Adalet Bakanı Sadullah Ergin’in PKK ’nın çekilmesiyle ilgili yasal düzenlemeye ihtiyaç duyulması halinde parlamentoya gidilebileceğini açıklaması ‘nasıl bir yasal düzenleme’ tartışmasını da beraberinde getirdi.

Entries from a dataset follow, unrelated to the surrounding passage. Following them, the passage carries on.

def _reference(lines, points, one_way=None, cost=None):
    """Travel costs between ``points`` (rows) and ``points`` (columns) on an independent
    graph: nodes at exactly equal line ends; every point attached to its nearest line by
    shapely (distance to every line of positive length, lowest row on ties) at shapely.line_locate_point; each
    line cut at the points on it, a piece costing its share of the line's cost by length;
    all pairs by scipy.sparse.csgraph.dijkstra. Also returns each point's line and gap."""
    geoms = [shapely.LineString(x) for x in lines]
    length = shapely.length(geoms)
    cost = length if cost is None else np.asarray(cost, dtype=float)
    one_way = np.zeros(len(lines), dtype=int) if one_way is None else np.asarray(one_way)
    node_of: dict[tuple[float, float], int] = {}
    ends = [[node_of.setdefault(tuple(np.asarray(x, float)[i]), len(node_of)) for i in (0, -1)] for x in lines]
    pts = shapely.points(points)
    # Lines of zero length are never attached to (they lead nowhere but their own end).
    dist = np.stack([shapely.distance(pts, g) if n > 0 else np.full(len(points), np.inf)
                     for g, n in zip(geoms, length)], axis=1)
    line = np.argmin(dist, axis=1)
    gap = dist[np.arange(len(points)), line]
    # Lines drawn along one shape (equal point for point, either way: a two-way street as two
    # one-way records) all carry a point attached to that shape; it is named by the lowest
    # row of them.
    coords = [np.asarray(x, float) for x in lines]
    same = np.array([[a.shape == b.shape and (np.array_equal(a, b) or np.array_equal(a, b[::-1]))
                      and e[0] != e[1] for b in coords] for a, e in zip(coords, ends)]) | np.eye(len(lines), dtype=bool)
    line = np.array([np.flatnonzero(same[r])[0] if same[r].any() else r for r in line], dtype=int)
    at = shapely.line_locate_point(np.array(geoms, dtype=object)[line], pts)
    first_point_node = len(node_of)
    n = first_point_node + len(points)
    dense = np.full((n, n), np.inf)

    def link(a, b, c_fwd, c_bwd, way):
        if way >= 0:
            dense[a, b] = min(dense[a, b], c_fwd)
        if way <= 0:
            dense[b, a] = min(dense[b, a], c_bwd)

    for row, (tail, head) in enumerate(ends):
        # Positions along this row: along its shape's lowest row, read backwards when drawn
        # the other way.
        on = sorted((at[i] if np.array_equal(coords[row], coords[line[i]]) else length[row] - at[i],
                     first_point_node + i) for i in np.flatnonzero(same[row, line]))
        stops = [(0.0, tail), *on, (length[row], head)]
        for (s0, u), (s1, v) in zip(stops, stops[1:]):
            share = (s1 - s0) / length[row] if length[row] > 0 else 0.0
            # A point attached at a line's end (or where another point is) is at that place:
            # no length between them, whichever way the line runs.
            link(u, v, share * cost[row], share * cost[row], one_way[row] if s1 > s0 else 0)
    np.fill_diagonal(dense, np.inf)
    between = csgraph.dijkstra(csgraph.csgraph_from_dense(dense, null_value=np.inf),
                               indices=np.arange(first_point_node, n))
    return between[:, first_point_node:], line, gap


def _awkward_network(seed):
    """Random streets on a 10 x 10 lattice of corners, with duplicates, a zero-length line, a
    ring (a self-loop), a separate component and one-way streets."""
    rng = np.random.default_rng(seed)
    lines, one_way = [], []
    for _ in range(40):
        a = rng.integers(0, 10, 2)
        b = np.clip(a + rng.integers(-2, 3, 2), 0, 9)
        if (a == b).all():
            b = (a + [1, 0]) % 10
        bend = (a + b) / 2 + rng.uniform(-0.3, 0.3, 2)
        lines.append(np.array([a, bend, b], dtype=float) * 10)
        one_way.append(int(rng.choice([-1, 0, 0, 0, 1])))
    lines.append(lines[3].copy())                                    # a duplicate street
    one_way.append(0)
    lines.append(np.array([[50.0, 50.0], [50.0, 50.0]]))             # zero length
    one_way.append(0)
    lines.append(np.array([[20.0, 20.0], [25, 20], [25, 25], [20.0, 20.0]]))  # a ring
    one_way.append(0)
    street = np.array([[30.0, 70.0], [45.0, 72.0], [60.0, 70.0]])    # a two-way street as two
    lines += [street, street[::-1].copy()]                           # one-way records, one
    one_way += [1, 1]                                                # each way
    lines.append(np.array([[200.0, 200.0], [230.0, 200.0]]))         # far away, alone
    one_way.append(0)
    return lines, np.array(one_way)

Miray Çimen'in radikal.com.tr'de yer alan habere göre, Kırıkkale Üniversitesi Uluslararası İlişkiler Bölümü Başkanı Prof. Dr. Erol Kurubaş yasa çıkartılmasının şaşırtıcı bir durum olacağını belirterek, dünyada da böyle bir örnekle karşılaşmadığını belirtti. Kurubaş, şunları söyledi: “PKK’nın mücadele ettiği alanın arkasında bir Kürt bölgesi, yani Kürt cehpesi var. Silahlı mücadele yürüten diğer yerlerde de PKK kadar şansa sahip olan, cephe arkası bir bölgeye sahip olan hareket olmadı. Biraz Fransa ’daki Bask’lar yani ETA için bu düşünülebilir ama bunları kalkıp yasal bir çerçevede ele almak bana makul gelmedi. Ne diyeceğiz o yasada? ‘Bizim ülkemizdeki bu silahlı unsurlar bir başka ülkenin toprağına mı girsin’ diyeceğiz. Bu uluslararası hukuk açısından absürd bir şey olur.”
‘Bir tane yetmez’
Ankara Üniversitesi Siyasal Bilgiler Fakültesi Uluslararası İlişkiler Bölümü öğretim üyesi Prof.Dr. Çağrı Erhan ise güvenlik görevlilerinin görevinin terör örgütü mensuplarını yakalamak olduğunu vurguladı. Erhan, “Şimdi bunlar elini kolunu sallayarak çıkarlarken, öbürleri müdahale etmeyecek mi? Herhalde bunu kast ediyor” dedi. PKK’nın silahlı güçlerinin mevcut yasalar değişmeden sınır dışına çıkartılmalarının mümkün olmadığını belirten Erhan, şu değerlendirmeyi yaptı: “Netice itibariyle hala terörist kisvesini taşıyan bir takım adamlardan söz ediyoruz. Neye dayanarak, hangi yasal zemine dayanarak bir anlaşma yapılıyor ve bunlar çıkartılıyor. Bunun bir tek yolu var o da af ilan etmek. Af dışında hangi yolla dışarıya çıkartılabilirler ki? O yüzden hukuki sıkışmışlık var. Bir tane yasa yetmez ona. İçinde terörle mücadele lafı geçen pek çok hukuki metnin aynı anda değiştirilmesi gerekir. Ciddi bir hukuki karmaşayla karşı karşıyayız.”
İzah edilemez
Ankara Baro Başkanı Metin Feyzioğlu da sürecin toplum vicdanını derinden yaraladığının altını çizerek, “Bir tarafta TSK’nın terörle mücadele etmiş komutanları tutuklu. KCK davasında da seçilmiş bütün Kürt siyasetçiler de neredeyse içeride. Bu çelişkiyi, vicdanları sızlatan bu trajik durumu kimseye izah etmek mümkün değil. Kalemli unsurlar zindana, silahlı unasurlar yurtdışına” dedi.